Светлый, ярко-солнечный, теплый день. Вся столица встрепенулась и готовилась к этой могучей, первой по счету, манифестации… «Манифестация» значит обнаружение, а это и было настоящее обнаружение чувств лучшей доли русского общества, которая хотела показать всем охранителям и гасильникам, как она желает проводить тело Тургенева в могилу…

II

И сейчас же память переносит меня к другому солнечному, даже жаркому дню в том же году, всего за несколько недель до 22-го августа 1883 года.

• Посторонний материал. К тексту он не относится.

//! Every LAS attribute kept: a file of each point format 0–10 with every field varied and
//! described Extra Bytes (written by the `las` crate's own writer), read by our reader and
//! written by our LAS/LAZ writer with two feature columns added, then decoded by the `las`
//! crate: every field of every point is the same, the input's Extra Bytes come first and ours
//! after them (described in that order), the CRS is kept. Waveform formats (4, 5, 9, 10) are
//! written as the same format without the waveform packet (its data is not copied).

// Coordinates are indexed by axis, as the formulas write them.
#![allow(clippy::needless_range_loop)]

use std::path::Path;

use equiscan::io::{Column, LasOptions, read_cloud, write_las_with};

#[path = "support/las_all_fields.rs"]
#[allow(dead_code)]
mod las_all_fields;
use las_all_fields::{WKT, extra_bytes_vlr, write_format};

fn points(path: &Path) -> (las::Header, Vec<las::Point>) {
    let mut r = las::Reader::from_path(path).unwrap();
    let h = r.header().clone();
    let pd = r.read_all().unwrap();
    (h, pd.points().map(|p| p.unwrap()).collect())
}

#[test]
fn every_field_and_the_extra_bytes_survive_in_every_point_format() {
    let dir = tempfile::tempdir().unwrap();
    for f in 0..=10u8 {
        let src = dir.path().join(format!("f{f}.las"));
        write_format(&src, f, 300);
        let (cloud, info) = read_cloud(&src).unwrap();
        let a: Vec<f32> = (0..cloud.len()).map(|i| i as f32 * 0.5).collect();
        let b: Vec<f32> = (0..cloud.len()).map(|i| -(i as f32)).collect();
        let cols = [Column::new("feat_a", &a), Column::new("feat_b", &b)];
        for ext in ["las", "laz"] {
            let out = dir.path().join(format!("f{f}_out.{ext}"));
            write_las_with(&out, &cloud, &cols, &LasOptions::like(&info)).unwrap();
            let (h0, p0) = points(&src);
            let (h1, p1) = points(&out);
            let ctx = format!("format {f} {ext}");
            let want_format = match f {
                4 => 1,
                5 => 3,
                9 => 6,
                10 => 8,
                f => f,
            };
            assert_eq!(h1.point_format().to_u8().unwrap(), want_format, "{ctx}");
            assert_eq!(h1.point_format().extra_bytes, 10 + 8, "{ctx}");
            assert_eq!(p0.len(), p1.len(), "{ctx}");
            for (i, (x, y)) in p0.iter().zip(&p1).enumerate() {
                let mut want = x.clone();
                want.waveform = None;
                want.extra_bytes.extend_from_slice(&a[i].to_le_bytes());
                want.extra_bytes.extend_from_slice(&b[i].to_le_bytes());
                assert_eq!(&want, y, "{ctx} point {i}");
            }
            // Extra Bytes descriptions: the input's two, then ours.
            let eb: Vec<&las::Vlr> = h1
                .all_vlrs()
                .filter(|v| v.user_id == "LASF_Spec" && v.record_id == 4)
                .collect();
            assert_eq!(eb.len(), 1, "{ctx}");
            assert_eq!(eb[0].data.len(), 4 * 192, "{ctx}");
            assert_eq!(&eb[0].data[..2 * 192], &extra_bytes_vlr().data[..], "{ctx}");
            assert_eq!(&eb[0].data[2 * 192 + 4..2 * 192 + 10], b"feat_a", "{ctx}");
            assert_eq!(&eb[0].data[3 * 192 + 4..3 * 192 + 10], b"feat_b", "{ctx}");
            let wkt = h1.get_wkt_crs_bytes().unwrap();
            assert!(wkt.starts_with(WKT.as_bytes()), "{ctx}");
            assert_eq!(h0.get_wkt_crs_bytes(), h1.get_wkt_crs_bytes(), "{ctx}");
            // Our reader reads its own output back: the input's fields and ours.
            let (_, back) = read_cloud(&out).unwrap();
            assert_eq!(
                back.other_fields,
                ["tree_id", "height_above", "feat_a", "feat_b"],
                "{ctx}"
            );
        }
    }
}

/// A subsample (`Cloud::select`) keeps each point's record; Extra Bytes that the input does not
/// describe are described as undocumented bytes so that our columns stay where their
/// descriptors say.
#[test]
fn subsets_keep_their_records_and_undescribed_bytes_are_padded() {
    let dir = tempfile::tempdir().unwrap();
    let src = dir.path().join("f3.las");
    write_format(&src, 3, 100);
    let (cloud, info) = read_cloud(&src).unwrap();
    let picked: Vec<usize> = (0..cloud.len()).rev().step_by(7).collect();
    let sub = cloud.select(&picked);
    let out = dir.path().join("sub.las");
    write_las_with(&out, &sub, &[], &LasOptions::like(&info)).unwrap();
    let (_, p0) = points(&src);
    let (_, p1) = points(&out);
    for (k, &i) in picked.iter().enumerate() {
        assert_eq!(p0[i], p1[k], "point {i}");
    }

    // The same records with their description removed: 10 undescribed bytes.
    let mut bare = cloud.clone();
    bare.records.as_mut().unwrap().extra_descriptors.clear();
    let vals: Vec<f32> = (0..bare.len()).map(|i| i as f32).collect();
    let out = dir.path().join("bare.las");
    write_las_with(
        &out,
        &bare,
        &[Column::new("v", &vals)],
        &LasOptions::like(&info),
    )
    .unwrap();
    let (h, p) = points(&out);
    let eb = h
        .all_vlrs()
        .find(|v| v.user_id == "LASF_Spec" && v.record_id == 4)
        .unwrap();
    assert_eq!(eb.data.len(), 2 * 192);
    assert_eq!(
        (eb.data[2], eb.data[3]),
        (0, 10),
        "type 0 (undocumented), 10 bytes"
    );
    assert_eq!(&eb.data[192 + 4..192 + 5], b"v");
    for (i, q) in p.iter().enumerate() {
        assert_eq!(&q.extra_bytes[..10], &p0[i].extra_bytes[..], "{i}");
        assert_eq!(&q.extra_bytes[10..], &vals[i].to_le_bytes(), "{i}");
    }
    let (_, back) = read_cloud(&out).unwrap();
    assert!(back.other_fields.contains(&"v".to_string()));
}

/// Into another point format family (3 → 7, 6 → 1): every field both formats hold is kept
/// (the scan angle within one step of the coarser encoding: whole degrees in formats 0–5,
/// 0.006° in 6–10; classes above 31, which formats 0–5 cannot hold, are not compared), the
/// Extra Bytes first as before.
#[test]
fn another_point_format_keeps_the_shared_fields() {
    let dir = tempfile::tempdir().unwrap();
    for (from, to) in [(3u8, 7u8), (6, 1)] {
        let src = dir.path().join(format!("f{from}.las"));
        write_format(&src, from, 200);
        let (cloud, info) = read_cloud(&src).unwrap();
        let mut options = LasOptions::like(&info);
        options.point_format = Some(to);
        let out = dir.path().join(format!("f{from}_to_{to}.las"));
        write_las_with(&out, &cloud, &[], &options).unwrap();
        let (_, p0) = points(&src);
        let (h, p1) = points(&out);
        assert_eq!(h.point_format().to_u8().unwrap(), to);
        for (i, (a, b)) in p0.iter().zip(&p1).enumerate() {
            let ctx = format!("{from} → {to} point {i}");
            assert_eq!((a.x, a.y, a.z), (b.x, b.y, b.z), "{ctx}");
            assert_eq!(a.intensity, b.intensity, "{ctx}");
            // Formats 0–5 hold classes 0–31 and mark overlap with class 12.
            let code = u8::from(a.classification);
            if to == 7 || (code <= 31 && !a.is_overlap) {
                assert_eq!(a.classification, b.classification, "{ctx}");
            }
            // The `las` crate reads the 5-bit class of formats 0–5 through 4 bits when it looks
            // for overlap (class 12), so it also calls class 28 overlap; ours keeps 28.
            let overlap = |p: &las::Point, legacy: bool| {
                p.is_overlap && !(legacy && u8::from(p.classification) == 28)
            };
            assert_eq!(overlap(a, from < 6), overlap(b, to < 6), "{ctx}");
            assert_eq!(
                (a.is_synthetic, a.is_key_point, a.is_withheld),
                (b.is_synthetic, b.is_key_point, b.is_withheld),
                "{ctx}"
            );
            assert_eq!(
                (a.scan_direction, a.is_edge_of_flight_line),
                (b.scan_direction, b.is_edge_of_flight_line),
                "{ctx}"
            );
            assert_eq!(
                (a.user_data, a.point_source_id),
                (b.user_data, b.point_source_id),
                "{ctx}"
            );
            assert_eq!(a.gps_time, b.gps_time, "{ctx}");
            assert_eq!(a.extra_bytes, b.extra_bytes, "{ctx}");
            if to == 7 {
                assert_eq!(a.color, b.color, "{ctx}");
                assert_eq!(
                    (a.return_number, a.number_of_returns),
                    (b.return_number, b.number_of_returns),
                    "{ctx}"
                );
            }
            assert!(
                (a.scan_angle - b.scan_angle).abs() <= 1.0,
                "{ctx}: {} vs {}",
                a.scan_angle,
                b.scan_angle
            );
        }
    }
}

Я был в Париже, когда болезнь Ивана Сергеевича превратилась уже в нестерпимое мучительство, когда он доходил до признаков отчаяния от ужасных болей и раз стал умолять, чтобы его «убили»…

Он лежал в своем домике, около виллы Виардо, в Буживале, где мне очень давно не приводилось бывать – с половины 60-х годов.

Зная, что при нем тогда находился почти бессменно г. О[не]гин, которого я встречал еще с 1867 года, я обратился к нему, чтобы узнать, можно ли навестить больного. Ответ был очень тревожный. Понятно, что больного усиленно ограждали от всяких посещений, даже и близких ему людей. А я был только его младший собрат и не мог претендовать на исключение в мою пользу. Но мне было бы слишком жутко уехать из Парижа, не побывав в Буживале, если не за тем, чтобы видеть Ивана Сергеевича, то хотя для того, чтобы что-нибудь узнать о нем от тех, кто находился при нем до сих пор, – а прошло четверть века, – точно в стереоскопе перед моим внутренним зрением дорожка в парке, поднимающаяся к замку Тургенева. Вилла Виардо – по левую руку для того, кто поднимается.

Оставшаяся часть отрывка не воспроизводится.